Candyman (2021) Story Analysis

Candyman (2021) is a supernatural horror film directed by Nia DaCosta and written by Jordan Peele, Win Rosenfeld, and DaCosta. The film is a direct sequel to the 1992 film of the same name and the fourth film in the Candyman film series, based on the short story “The Forbidden” by Clive Barker.

S P O I L E R S 

While the basic premise is still the same as the original 1992 movie – i.e. Candyman is a supernatural monster with a hook instead of a right hand and a skeletal body held together by bees – there is little doubt that Candyman (2021) takes place in contemporary USA. Thus, instead of a white woman as a protagonist who inadvertently summons the monster, we have a black man (Anthony McCoy, played by Yahya Abdul-Mateen II) whom we later learn, has a deep and direct connection to the original movie. 


The plot in that sense is quite similar to James Wan’s Malignant in that the protagonist in Candyman (2021) is unaware that he is responsible for the death and mayhem happening around him. In addition, the backstory of Candyman is expanded in this movie to include other iterations of the villain, who all share a horrific death at the hands of racists. 

Candyman (2021) Story Analysis

What is also different here is that Candyman’s motivations go beyond the need to strike terror as a bogeyman but there is a sense of racial justice being inflicted on oppressors in Candyman being re-summoned in modern times. There is a sense of inevitability about McCoy’s ultimate fate as he joins the ranks of the Candymen (?) even as Tony Todd reprises his career-defining role at the very end of Candyman (2021). 

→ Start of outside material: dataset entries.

// Reads typed fields out of one JSON object ("nameplate", "bench", ...), collecting every
// error instead of stopping at the first, so the user can fix the whole file in one pass.
class SectionReader {
public:
    SectionReader(const json &object, std::string path, SetupParse &out)
        : m_object(object), m_path(std::move(path)), m_out(out)
    {
    }

    std::string field(const std::string &key) const { return m_path + "." + key; }

    bool isMissing(const std::string &key) const
    {
        return !m_object.contains(key) || m_object.at(key).is_null();
    }

    void error(const std::string &key, const std::string &rule) { m_out.errors.push_back({field(key), rule}); }

    void usedDefault(const std::string &key) { m_out.defaultsUsed.push_back(field(key)); }

    // A number in SI units, or a string with a unit. Returns nothing when missing or invalid
    // (invalid also records an error).
    std::optional<double> quantity(const std::string &key, Unit unit)
    {
        if (isMissing(key))
            return std::nullopt;
        const json &value = m_object.at(key);
        if (value.is_number()) {
            const double number = value.get<double>();
            if (!std::isfinite(number)) {
                error(key, "must be a finite number");
                return std::nullopt;
            }
            return number;
        }
        if (value.is_string()) {
            const auto parsed = parseQuantity(value.get<std::string>(), unit);
            if (!parsed.ok) {
                error(key, parsed.error);
                return std::nullopt;
            }
            return parsed.value;
        }
        error(key, "must be a number or a string with a unit (such as \"12 " + unitSymbol(unit) + "\"), got "
                       + shortJson(value));
        return std::nullopt;
    }

    // A fraction: a plain number (0.8) or a percentage string ("80 %").
    std::optional<double> fraction(const std::string &key)
    {
        if (!isMissing(key) && m_object.at(key).is_string()) {
            const std::string text = m_object.at(key).get<std::string>();
            if (text.find('%') != std::string::npos) {
                const auto parsed = parseQuantity(text, Unit::Percent);
                if (!parsed.ok) {
                    error(key, parsed.error);
                    return std::nullopt;
                }
                return parsed.value / 100.0;
            }
        }
        return quantity(key, Unit::None);
    }

    double required(const std::string &key, Unit unit)
    {
        if (isMissing(key)) {
            error(key, "is required (" + unitQuantityName(unit) + " in " + unitSymbol(unit) + ")");
            return 0.0;
        }
        return quantity(key, unit).value_or(0.0);
    }

    bool hasError(const std::string &key) const
    {
        const std::string name = field(key);
        return std::any_of(m_out.errors.begin(), m_out.errors.end(), [&](const FieldError &e) { return e.field == name; });
    }

    // Checks lower < value (or <=) and value <= upper; records the rule when broken. A field
    // already refused (wrong unit, not a number) is not judged again on the stand-in 0.
    bool inRange(const std::string &key, double value, double lower, bool lowerInclusive, double upper,
                 const std::string &unitText, const std::string &why = {})
    {
        if (hasError(key))
            return false;
        const bool aboveLower = lowerInclusive ? value >= lower : value > lower;
        if (aboveLower && value <= upper)
            return true;
        std::ostringstream rule;
        rule << "must be " << (lowerInclusive ? "at least " : "above ") << lower << unitText << " and at most " << upper
             << unitText << ", got " << value << unitText;
        if (!why.empty())
            rule << " (" << why << ")";
        error(key, rule.str());
        return false;
    }

    std::optional<std::string> text(const std::string &key)
    {
        if (isMissing(key))
            return std::nullopt;
        const json &value = m_object.at(key);
        if (!value.is_string()) {
            error(key, "must be a string, got " + shortJson(value));
            return std::nullopt;
        }
        return value.get<std::string>();
    }

    std::optional<bool> boolean(const std::string &key)
    {
        if (isMissing(key))
            return std::nullopt;
        const json &value = m_object.at(key);
        if (!value.is_boolean()) {
            error(key, "must be true or false, got " + shortJson(value));
            return std::nullopt;
        }
        return value.get<bool>();
    }

    void rejectUnknownKeys(const std::set<std::string> &known)
    {
        for (const auto &item : m_object.items()) {
            if (known.count(item.key()))
                continue;
            std::string list;
            for (const auto &name : known)
                list += (list.empty() ? "" : ", ") + name;
            error(printableKey(item.key()), "is not a setup field (a typo?); known fields here: " + list);
        }
    }

private:
    const json &m_object;
    std::string m_path;
    SetupParse &m_out;
};

template <typename Enum, std::size_t N>
std::optional<Enum> enumFromText(SectionReader &reader, const std::string &key,
                                 const std::array<std::pair<const char *, Enum>, N> &choices)
{
    const auto text = reader.text(key);
    if (!text)
        return std::nullopt;
    for (const auto &[name, value] : choices) {
        if (*text == name)
            return value;
    }
    std::string allowed;
    for (const auto &[name, value] : choices)
        allowed += (allowed.empty() ? "" : ", ") + std::string(name);
    reader.error(key, "'" + *text + "' is not one of: " + allowed);
    return std::nullopt;
}

constexpr std::array<std::pair<const char *, Construction>, 3> constructionNames{{
    {"laminated", Construction::Laminated}, {"toroidal", Construction::Toroidal}, {"other", Construction::Other}}};
constexpr std::array<std::pair<const char *, WindingMaterial>, 3> materialNames{{
    {"copper", WindingMaterial::Copper}, {"aluminium", WindingMaterial::Aluminium},
    {"aluminum", WindingMaterial::Aluminium}}};
constexpr std::array<std::pair<const char *, FuseType>, 2> fuseTypeNames{{
    {"time-lag", FuseType::TimeLag}, {"quick-acting", FuseType::QuickActing}}};

// Scope limits of the tool (small single-phase mains transformers; NEC 450.3(B) covers 1000 V
// and less). Outside them the model and the protection tables do not apply.
constexpr double maxRatedPowerVa = 10000.0;
constexpr double maxVoltageV = 1000.0;
constexpr int maxSteps = 200;
constexpr double maxDwellS = 3600.0;
// Physical floors: below them a value cannot describe a mains transformer or a bench part (a
// rating of 1e-308 VA, a "rheostat" of 1 mΩ that is a short circuit); common practice, with
// the smallest catalogue parts (0.5 VA PCB transformers, 32 mA miniature fuses) well above.
constexpr double minRatedPowerVa = 0.1;
constexpr double minPrimaryVoltageV = 1.0;
constexpr double minSecondaryVoltageV = 1e-3; // lower ones are left to the planner's unit hint (PlanGates)
constexpr double minRheostatOhm = 0.1;
constexpr double minRheostatPowerW = 0.1;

With Candyman (2021) the racial justice undertones that existed in the original movie have been amped up. Rightly so, we believe. After all, Candyman’s origin is tied up with a racially-motivated murder and thus, that distinct element cannot be overlooked. Certainly, by the film’s denouement, there is a sense that this is only the beginning for Candyman, and presumably if the movie is successful, one can imagine that a new Candyman horror franchise must be on the cards.